WHAT IS REQUIRED: Repeat the records below exactly, beginning at the first line and finishing with the line that contains "coin('eur-050', '50 euro".

DATA RECORDS:
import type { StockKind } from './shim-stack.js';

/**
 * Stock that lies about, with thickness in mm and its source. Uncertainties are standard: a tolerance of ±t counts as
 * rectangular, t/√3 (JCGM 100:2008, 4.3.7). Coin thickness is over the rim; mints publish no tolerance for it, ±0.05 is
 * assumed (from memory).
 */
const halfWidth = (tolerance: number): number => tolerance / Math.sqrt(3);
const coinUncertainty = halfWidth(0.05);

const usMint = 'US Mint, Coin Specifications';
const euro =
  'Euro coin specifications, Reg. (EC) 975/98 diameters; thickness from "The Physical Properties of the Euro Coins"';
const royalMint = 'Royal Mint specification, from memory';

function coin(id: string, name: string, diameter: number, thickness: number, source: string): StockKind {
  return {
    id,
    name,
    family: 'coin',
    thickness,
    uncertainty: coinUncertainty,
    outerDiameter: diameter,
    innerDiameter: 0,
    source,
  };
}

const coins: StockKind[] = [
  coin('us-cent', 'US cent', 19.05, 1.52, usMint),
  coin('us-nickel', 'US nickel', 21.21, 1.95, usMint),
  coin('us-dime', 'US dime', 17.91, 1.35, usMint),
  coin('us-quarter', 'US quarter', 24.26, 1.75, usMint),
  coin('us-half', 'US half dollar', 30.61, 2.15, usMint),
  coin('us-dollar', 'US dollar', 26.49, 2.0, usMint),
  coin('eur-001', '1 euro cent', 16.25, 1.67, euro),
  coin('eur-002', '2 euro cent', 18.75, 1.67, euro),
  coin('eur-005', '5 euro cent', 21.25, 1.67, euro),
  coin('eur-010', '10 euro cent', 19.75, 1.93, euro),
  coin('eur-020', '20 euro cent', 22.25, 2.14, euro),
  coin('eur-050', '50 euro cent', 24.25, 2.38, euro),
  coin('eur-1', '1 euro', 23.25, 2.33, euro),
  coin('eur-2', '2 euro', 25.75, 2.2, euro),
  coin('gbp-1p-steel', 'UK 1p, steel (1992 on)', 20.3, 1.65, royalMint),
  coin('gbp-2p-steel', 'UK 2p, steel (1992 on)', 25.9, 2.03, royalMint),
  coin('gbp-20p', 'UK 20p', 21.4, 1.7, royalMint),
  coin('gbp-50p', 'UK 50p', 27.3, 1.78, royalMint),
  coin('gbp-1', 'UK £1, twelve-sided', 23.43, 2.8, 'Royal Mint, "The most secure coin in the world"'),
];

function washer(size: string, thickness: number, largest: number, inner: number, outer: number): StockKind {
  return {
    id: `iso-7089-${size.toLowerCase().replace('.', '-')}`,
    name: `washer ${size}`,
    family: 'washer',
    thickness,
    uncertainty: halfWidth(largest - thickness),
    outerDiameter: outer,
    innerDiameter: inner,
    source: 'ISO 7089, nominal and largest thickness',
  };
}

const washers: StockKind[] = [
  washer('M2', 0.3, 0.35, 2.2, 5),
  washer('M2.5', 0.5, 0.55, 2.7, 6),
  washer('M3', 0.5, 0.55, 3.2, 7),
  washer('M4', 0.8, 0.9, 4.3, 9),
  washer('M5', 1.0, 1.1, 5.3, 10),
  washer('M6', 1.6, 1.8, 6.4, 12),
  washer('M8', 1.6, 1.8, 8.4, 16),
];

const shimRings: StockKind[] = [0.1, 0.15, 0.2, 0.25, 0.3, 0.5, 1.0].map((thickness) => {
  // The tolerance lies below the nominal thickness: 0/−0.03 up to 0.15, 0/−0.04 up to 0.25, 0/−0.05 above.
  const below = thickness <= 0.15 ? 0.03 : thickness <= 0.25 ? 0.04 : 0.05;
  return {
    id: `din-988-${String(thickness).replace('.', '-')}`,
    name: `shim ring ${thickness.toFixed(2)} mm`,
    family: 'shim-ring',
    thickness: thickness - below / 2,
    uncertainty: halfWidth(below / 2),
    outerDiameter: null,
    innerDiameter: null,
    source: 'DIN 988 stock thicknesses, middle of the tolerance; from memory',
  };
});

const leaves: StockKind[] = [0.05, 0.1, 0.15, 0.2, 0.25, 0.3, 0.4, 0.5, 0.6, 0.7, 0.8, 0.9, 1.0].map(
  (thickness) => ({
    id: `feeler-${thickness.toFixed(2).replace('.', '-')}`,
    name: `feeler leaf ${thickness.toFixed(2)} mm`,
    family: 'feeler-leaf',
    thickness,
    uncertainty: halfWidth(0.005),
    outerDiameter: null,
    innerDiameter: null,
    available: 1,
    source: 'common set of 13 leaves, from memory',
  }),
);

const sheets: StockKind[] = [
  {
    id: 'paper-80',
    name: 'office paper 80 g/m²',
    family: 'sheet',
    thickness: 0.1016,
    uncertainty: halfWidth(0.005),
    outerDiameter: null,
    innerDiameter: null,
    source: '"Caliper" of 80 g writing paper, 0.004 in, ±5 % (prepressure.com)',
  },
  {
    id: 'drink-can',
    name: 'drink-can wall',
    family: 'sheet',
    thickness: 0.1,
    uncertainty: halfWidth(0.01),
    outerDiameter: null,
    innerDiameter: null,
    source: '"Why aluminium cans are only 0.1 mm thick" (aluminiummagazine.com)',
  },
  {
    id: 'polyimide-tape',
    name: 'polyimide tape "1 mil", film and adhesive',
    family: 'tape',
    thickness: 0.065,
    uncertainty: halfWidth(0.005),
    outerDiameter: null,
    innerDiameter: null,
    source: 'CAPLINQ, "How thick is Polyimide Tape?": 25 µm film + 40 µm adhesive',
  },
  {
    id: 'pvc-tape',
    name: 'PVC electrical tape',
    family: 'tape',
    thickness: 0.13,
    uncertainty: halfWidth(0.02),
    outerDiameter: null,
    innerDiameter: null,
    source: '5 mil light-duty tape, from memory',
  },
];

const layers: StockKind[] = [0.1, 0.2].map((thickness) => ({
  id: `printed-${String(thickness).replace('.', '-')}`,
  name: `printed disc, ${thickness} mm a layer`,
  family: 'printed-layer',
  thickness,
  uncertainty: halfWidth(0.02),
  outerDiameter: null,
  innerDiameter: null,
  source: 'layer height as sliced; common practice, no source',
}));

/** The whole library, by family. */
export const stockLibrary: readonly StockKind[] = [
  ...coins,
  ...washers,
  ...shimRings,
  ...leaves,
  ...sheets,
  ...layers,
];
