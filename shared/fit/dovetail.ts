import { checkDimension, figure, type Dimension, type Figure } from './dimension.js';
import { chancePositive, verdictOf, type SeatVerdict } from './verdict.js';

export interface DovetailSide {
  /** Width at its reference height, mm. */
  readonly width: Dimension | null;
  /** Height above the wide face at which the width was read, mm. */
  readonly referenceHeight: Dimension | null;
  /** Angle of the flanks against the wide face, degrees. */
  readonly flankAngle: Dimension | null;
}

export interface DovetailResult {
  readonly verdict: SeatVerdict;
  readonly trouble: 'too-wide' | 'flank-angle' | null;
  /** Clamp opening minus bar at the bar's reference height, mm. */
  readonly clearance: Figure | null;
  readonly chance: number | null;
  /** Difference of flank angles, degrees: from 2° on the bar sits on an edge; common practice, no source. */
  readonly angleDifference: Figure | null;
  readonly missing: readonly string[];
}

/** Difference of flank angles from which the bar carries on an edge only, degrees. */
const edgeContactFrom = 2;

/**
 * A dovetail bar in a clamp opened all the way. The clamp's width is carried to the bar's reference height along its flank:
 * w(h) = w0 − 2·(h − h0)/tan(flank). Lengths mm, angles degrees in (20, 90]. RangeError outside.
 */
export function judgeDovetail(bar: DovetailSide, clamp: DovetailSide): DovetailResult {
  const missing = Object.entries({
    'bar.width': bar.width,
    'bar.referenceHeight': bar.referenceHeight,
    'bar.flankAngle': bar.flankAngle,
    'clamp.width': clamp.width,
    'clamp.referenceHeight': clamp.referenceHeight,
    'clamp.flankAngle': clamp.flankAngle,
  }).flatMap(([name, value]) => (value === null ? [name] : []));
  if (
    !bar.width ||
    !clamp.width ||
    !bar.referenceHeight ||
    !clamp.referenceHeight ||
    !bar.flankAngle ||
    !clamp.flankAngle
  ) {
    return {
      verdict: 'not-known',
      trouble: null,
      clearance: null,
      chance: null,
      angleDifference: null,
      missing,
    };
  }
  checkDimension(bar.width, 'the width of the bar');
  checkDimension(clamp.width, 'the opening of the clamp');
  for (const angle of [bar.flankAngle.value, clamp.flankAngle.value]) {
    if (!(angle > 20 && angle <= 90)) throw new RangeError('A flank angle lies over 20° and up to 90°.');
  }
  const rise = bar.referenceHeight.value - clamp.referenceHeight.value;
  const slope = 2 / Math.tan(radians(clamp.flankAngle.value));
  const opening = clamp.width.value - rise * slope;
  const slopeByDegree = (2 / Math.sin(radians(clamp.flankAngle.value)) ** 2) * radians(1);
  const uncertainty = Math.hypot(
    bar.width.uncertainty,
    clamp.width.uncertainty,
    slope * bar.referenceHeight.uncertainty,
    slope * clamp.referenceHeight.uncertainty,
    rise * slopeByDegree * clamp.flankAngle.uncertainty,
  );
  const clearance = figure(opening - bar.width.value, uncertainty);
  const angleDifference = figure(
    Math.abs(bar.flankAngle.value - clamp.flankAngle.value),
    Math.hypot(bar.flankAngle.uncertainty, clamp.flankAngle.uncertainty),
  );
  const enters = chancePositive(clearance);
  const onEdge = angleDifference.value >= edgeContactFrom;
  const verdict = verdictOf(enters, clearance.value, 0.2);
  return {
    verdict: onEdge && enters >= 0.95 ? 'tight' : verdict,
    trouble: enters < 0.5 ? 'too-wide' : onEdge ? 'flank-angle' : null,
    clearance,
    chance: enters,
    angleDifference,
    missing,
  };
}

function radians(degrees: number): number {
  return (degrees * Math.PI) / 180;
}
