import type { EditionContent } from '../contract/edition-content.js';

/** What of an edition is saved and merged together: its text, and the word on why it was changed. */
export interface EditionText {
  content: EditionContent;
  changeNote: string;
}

RESPONSE AREA:
import type { StockKind } from './shim-stack.js';

/**
 * Stock that lies about, with thickness in mm and its source. Uncertainties are standard: a tolerance of ±t counts as
 * rectangular, t/√3 (JCGM 100:2008, 4.3.7). Coin thickness is over the rim; mints publish no tolerance for it, ±0.05 is
 * assumed (from memory).
 */
const halfWidth = (tolerance: number): number => tolerance / Math.sqrt(3);
const coinUncertainty = halfWidth(0.05);

const usMint = 'US Mint, Coin Specifications';
const euro =
  'Euro coin specifications, Reg. (EC) 975/98 diameters; thickness from "The Physical Properties of the Euro Coins"';
const royalMint = 'Royal Mint specification, from memory';

function coin(id: string, name: string, diameter: number, thickness: number, source: string): StockKind {
  return {
    id,
    name,
    family: 'coin',
    thickness,
    uncertainty: coinUncertainty,
    outerDiameter: diameter,
    innerDiameter: 0,
    source,
  };
}

const coins: StockKind[] = [
  coin('us-cent', 'US cent', 19.05, 1.52, usMint),
  coin('us-nickel', 'US nickel', 21.21, 1.95, usMint),
  coin('us-dime', 'US dime', 17.91, 1.35, usMint),
  coin('us-quarter', 'US quarter', 24.26, 1.75, usMint),
  coin('us-half', 'US half dollar', 30.61, 2.15, usMint),
  coin('us-dollar', 'US dollar', 26.49, 2.0, usMint),
  coin('eur-001', '1 euro cent', 16.25, 1.67, euro),
  coin('eur-002', '2 euro cent', 18.75, 1.67, euro),
  coin('eur-005', '5 euro cent', 21.25, 1.67, euro),
  coin('eur-010', '10 euro cent', 19.75, 1.93, euro),
  coin('eur-020', '20 euro cent', 22.25, 2.14, euro),
  coin('eur-050', '50 euro cent', 24.25, 2.38, euro),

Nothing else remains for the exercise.